- YOUR ASSIGNMENT: Determine how many lines in the records hold "nextTry", and give that number with nothing added.

- DATA EXCERPTS:
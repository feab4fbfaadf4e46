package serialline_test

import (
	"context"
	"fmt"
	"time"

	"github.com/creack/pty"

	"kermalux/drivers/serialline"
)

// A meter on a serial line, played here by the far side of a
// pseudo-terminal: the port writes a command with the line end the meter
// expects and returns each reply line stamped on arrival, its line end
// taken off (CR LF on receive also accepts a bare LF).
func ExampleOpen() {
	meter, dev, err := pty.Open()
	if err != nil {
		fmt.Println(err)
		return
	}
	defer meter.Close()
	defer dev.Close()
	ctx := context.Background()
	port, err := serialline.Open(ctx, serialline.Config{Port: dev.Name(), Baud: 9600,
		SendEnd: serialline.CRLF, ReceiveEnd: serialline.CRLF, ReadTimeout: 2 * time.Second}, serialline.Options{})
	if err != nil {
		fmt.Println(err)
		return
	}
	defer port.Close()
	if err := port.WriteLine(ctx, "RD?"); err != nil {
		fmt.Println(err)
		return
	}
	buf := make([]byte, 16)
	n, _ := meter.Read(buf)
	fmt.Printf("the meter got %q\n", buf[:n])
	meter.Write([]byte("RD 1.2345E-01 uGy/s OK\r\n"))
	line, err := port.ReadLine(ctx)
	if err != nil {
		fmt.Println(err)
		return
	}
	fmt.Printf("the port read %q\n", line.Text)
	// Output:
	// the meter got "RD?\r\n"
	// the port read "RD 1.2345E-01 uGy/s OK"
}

--

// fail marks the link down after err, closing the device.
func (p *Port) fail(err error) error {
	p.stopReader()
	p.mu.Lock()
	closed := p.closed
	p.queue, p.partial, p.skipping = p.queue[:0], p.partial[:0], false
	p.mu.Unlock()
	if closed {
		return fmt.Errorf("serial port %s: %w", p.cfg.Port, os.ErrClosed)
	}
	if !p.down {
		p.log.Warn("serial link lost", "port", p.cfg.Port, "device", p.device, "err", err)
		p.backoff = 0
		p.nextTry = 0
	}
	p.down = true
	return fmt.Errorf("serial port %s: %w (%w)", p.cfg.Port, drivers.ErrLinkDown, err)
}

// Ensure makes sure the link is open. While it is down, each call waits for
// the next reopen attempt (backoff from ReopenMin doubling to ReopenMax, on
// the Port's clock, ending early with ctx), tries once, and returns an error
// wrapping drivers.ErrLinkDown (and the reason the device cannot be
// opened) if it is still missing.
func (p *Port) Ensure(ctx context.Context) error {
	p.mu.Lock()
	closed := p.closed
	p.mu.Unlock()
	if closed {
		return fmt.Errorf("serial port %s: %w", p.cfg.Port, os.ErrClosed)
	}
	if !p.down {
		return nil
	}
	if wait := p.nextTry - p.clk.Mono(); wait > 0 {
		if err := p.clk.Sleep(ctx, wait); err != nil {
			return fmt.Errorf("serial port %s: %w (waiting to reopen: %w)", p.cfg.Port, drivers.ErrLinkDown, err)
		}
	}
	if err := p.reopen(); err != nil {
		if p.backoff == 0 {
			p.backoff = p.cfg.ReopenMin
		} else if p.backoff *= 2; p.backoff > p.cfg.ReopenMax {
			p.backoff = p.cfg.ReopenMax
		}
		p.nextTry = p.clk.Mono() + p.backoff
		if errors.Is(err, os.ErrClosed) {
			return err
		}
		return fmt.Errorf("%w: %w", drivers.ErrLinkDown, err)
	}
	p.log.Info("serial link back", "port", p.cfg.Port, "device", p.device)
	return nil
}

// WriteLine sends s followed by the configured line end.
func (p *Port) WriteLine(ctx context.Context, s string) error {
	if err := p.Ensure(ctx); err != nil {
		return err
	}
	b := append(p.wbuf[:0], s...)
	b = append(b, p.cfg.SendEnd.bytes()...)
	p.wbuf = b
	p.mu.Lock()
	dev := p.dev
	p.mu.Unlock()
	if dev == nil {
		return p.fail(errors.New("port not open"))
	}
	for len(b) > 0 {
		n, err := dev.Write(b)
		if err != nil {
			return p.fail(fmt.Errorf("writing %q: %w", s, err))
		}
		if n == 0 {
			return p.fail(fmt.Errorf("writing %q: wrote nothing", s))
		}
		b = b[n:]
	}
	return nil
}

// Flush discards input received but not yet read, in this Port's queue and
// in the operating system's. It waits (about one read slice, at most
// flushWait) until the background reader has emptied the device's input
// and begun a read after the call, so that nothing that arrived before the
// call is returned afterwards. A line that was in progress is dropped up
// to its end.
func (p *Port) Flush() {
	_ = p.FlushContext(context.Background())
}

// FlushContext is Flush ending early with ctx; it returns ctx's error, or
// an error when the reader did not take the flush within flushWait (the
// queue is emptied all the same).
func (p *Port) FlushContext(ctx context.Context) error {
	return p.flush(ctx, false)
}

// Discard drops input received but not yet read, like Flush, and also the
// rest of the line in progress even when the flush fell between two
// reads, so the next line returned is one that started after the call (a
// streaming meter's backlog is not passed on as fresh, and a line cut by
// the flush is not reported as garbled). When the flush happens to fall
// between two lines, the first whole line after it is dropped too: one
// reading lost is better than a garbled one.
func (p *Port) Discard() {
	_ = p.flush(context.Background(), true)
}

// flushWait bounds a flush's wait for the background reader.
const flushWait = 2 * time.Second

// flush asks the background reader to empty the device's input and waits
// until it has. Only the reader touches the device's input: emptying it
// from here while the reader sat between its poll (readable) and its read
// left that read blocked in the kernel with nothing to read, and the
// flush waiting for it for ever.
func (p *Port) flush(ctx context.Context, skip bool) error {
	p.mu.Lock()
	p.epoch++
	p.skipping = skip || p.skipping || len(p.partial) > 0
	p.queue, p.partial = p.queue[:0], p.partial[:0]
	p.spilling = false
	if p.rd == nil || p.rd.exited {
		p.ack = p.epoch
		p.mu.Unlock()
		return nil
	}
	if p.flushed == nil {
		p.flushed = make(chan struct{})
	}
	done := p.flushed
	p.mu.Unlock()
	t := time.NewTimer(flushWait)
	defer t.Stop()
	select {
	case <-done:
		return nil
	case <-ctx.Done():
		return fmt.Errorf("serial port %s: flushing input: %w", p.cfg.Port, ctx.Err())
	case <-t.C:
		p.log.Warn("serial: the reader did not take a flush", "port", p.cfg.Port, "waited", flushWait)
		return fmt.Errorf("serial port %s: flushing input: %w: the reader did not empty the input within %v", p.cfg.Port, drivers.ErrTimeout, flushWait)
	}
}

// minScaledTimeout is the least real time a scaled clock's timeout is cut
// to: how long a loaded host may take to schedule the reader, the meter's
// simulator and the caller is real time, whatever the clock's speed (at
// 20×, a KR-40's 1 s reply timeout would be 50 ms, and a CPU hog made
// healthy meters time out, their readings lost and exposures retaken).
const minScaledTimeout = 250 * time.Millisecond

- OUTPUT OF THE EXERCISE: 3